### Records

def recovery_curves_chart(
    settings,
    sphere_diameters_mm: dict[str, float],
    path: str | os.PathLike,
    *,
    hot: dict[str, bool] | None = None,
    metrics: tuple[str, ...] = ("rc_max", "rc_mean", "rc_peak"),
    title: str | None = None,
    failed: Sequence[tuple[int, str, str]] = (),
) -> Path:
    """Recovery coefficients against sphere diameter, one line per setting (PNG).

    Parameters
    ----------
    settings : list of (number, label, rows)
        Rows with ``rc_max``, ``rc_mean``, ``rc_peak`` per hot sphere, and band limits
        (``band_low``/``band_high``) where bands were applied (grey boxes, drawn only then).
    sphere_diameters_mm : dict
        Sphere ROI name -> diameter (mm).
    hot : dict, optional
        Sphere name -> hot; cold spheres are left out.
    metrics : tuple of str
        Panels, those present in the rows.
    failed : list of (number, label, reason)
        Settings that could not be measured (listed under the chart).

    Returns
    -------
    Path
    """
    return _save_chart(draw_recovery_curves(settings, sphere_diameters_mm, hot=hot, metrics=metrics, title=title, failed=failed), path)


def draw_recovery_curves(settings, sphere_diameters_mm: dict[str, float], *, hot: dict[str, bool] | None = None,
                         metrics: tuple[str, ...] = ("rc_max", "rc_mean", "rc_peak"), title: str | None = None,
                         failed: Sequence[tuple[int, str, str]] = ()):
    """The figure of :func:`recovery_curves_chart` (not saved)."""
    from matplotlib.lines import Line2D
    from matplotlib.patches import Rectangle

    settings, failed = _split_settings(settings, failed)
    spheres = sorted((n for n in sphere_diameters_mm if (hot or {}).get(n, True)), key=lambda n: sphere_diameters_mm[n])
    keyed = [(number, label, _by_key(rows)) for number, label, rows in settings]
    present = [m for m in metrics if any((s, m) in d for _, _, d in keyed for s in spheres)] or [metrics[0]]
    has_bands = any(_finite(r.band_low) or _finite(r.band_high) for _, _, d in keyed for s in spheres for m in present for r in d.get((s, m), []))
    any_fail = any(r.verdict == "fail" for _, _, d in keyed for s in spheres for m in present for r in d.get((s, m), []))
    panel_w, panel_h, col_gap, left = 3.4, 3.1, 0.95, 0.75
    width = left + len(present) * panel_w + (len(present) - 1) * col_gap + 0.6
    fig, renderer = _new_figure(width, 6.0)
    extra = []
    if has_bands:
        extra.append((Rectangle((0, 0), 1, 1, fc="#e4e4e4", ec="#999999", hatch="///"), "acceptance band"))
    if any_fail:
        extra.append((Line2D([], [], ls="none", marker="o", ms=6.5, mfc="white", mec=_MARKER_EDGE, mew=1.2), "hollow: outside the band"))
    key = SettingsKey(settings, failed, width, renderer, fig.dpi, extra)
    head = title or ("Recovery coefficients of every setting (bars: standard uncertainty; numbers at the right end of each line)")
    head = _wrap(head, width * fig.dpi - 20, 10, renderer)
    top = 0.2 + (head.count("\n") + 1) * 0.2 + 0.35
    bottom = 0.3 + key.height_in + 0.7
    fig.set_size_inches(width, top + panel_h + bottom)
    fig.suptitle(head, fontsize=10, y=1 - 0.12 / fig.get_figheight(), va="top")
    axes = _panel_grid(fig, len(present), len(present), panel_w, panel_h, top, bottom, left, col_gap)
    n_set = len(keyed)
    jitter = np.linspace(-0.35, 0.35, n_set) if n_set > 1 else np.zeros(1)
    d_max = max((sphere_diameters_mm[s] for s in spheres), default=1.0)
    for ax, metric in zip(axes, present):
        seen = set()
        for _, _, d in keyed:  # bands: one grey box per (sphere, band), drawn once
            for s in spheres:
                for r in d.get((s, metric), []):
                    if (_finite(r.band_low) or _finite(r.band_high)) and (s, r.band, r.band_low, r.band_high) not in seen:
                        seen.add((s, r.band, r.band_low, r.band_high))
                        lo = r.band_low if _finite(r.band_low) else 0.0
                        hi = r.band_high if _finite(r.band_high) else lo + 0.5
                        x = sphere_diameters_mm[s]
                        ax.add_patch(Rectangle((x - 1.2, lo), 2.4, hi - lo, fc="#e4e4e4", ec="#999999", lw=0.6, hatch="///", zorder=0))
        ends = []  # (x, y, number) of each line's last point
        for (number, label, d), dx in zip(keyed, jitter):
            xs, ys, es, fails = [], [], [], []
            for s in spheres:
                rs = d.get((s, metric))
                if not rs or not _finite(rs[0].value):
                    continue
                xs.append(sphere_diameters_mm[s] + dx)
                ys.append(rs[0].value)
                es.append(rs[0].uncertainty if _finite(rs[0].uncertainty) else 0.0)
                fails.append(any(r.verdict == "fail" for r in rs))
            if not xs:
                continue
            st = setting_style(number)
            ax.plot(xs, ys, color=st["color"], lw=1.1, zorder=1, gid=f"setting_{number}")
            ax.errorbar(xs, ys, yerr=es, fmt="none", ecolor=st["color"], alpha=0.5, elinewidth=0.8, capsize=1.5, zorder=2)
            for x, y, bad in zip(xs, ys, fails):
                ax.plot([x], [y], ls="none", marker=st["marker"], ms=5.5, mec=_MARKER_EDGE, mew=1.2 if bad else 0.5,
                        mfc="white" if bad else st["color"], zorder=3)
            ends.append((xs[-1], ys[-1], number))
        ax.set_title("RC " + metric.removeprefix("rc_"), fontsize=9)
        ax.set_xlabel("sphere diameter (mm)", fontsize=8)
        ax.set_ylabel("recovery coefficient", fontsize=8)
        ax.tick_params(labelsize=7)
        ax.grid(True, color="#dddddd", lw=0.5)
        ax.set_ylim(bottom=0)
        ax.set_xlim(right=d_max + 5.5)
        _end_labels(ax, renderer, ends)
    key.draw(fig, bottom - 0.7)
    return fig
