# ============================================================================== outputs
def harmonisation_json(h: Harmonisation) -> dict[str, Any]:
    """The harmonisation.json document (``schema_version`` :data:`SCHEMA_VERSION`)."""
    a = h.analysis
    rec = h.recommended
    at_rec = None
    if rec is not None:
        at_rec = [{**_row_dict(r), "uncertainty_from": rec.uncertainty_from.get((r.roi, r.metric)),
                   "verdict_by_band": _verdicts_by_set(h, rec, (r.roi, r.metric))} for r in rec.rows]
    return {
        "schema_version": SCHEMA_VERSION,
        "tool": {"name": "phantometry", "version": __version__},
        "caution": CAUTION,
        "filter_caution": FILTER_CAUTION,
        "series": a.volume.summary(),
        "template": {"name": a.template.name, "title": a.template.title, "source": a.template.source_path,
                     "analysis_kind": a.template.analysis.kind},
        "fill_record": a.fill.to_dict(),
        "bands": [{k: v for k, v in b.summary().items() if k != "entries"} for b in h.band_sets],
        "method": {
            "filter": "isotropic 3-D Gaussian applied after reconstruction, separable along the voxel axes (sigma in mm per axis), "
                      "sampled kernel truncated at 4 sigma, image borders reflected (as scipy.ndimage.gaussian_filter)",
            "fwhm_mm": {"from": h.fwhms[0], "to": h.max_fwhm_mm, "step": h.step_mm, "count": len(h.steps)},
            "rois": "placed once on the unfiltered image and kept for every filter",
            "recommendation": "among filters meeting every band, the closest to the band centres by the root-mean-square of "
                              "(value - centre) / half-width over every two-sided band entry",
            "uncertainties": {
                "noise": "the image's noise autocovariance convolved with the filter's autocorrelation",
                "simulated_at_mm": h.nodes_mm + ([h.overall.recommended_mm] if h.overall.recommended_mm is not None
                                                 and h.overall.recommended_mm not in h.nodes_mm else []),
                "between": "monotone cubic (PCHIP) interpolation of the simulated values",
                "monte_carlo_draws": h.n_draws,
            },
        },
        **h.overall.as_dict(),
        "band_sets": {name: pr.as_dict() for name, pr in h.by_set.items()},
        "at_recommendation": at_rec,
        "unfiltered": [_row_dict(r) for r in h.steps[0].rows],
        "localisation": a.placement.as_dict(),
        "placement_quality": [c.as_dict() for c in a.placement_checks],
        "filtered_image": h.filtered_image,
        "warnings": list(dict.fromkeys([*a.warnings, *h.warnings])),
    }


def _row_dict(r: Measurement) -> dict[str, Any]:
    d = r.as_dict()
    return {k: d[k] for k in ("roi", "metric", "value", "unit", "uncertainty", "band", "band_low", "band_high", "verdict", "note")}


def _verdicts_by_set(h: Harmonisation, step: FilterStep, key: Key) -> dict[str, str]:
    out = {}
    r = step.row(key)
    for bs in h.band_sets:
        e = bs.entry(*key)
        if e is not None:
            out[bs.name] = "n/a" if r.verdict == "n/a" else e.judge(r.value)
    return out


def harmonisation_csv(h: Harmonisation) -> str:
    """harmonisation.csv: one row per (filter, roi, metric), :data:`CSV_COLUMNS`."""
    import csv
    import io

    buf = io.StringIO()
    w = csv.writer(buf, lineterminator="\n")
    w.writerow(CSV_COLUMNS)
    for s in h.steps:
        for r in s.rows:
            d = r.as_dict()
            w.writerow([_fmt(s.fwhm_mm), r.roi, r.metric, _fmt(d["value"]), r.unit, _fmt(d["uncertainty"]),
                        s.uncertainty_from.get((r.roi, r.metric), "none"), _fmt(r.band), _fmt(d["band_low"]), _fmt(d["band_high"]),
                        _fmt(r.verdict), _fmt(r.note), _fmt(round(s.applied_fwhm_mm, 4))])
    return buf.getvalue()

### Work task
For this exercise, repeat exactly the lines of the data above from the one with "float], *, hot: dict[str, bool]" down to the one with "from matplotlib.patches import Rectangle", both end lines included.

### Completed task
def draw_recovery_curves(settings, sphere_diameters_mm: dict[str, float], *, hot: dict[str, bool] | None = None,
                         metrics: tuple[str, ...] = ("rc_max", "rc_mean", "rc_peak"), title: str | None = None,
                         failed: Sequence[tuple[int, str, str]] = ()):
    """The figure of :func:`recovery_curves_chart` (not saved)."""
    from matplotlib.lines import Line2D
    from matplotlib.patches import Rectangle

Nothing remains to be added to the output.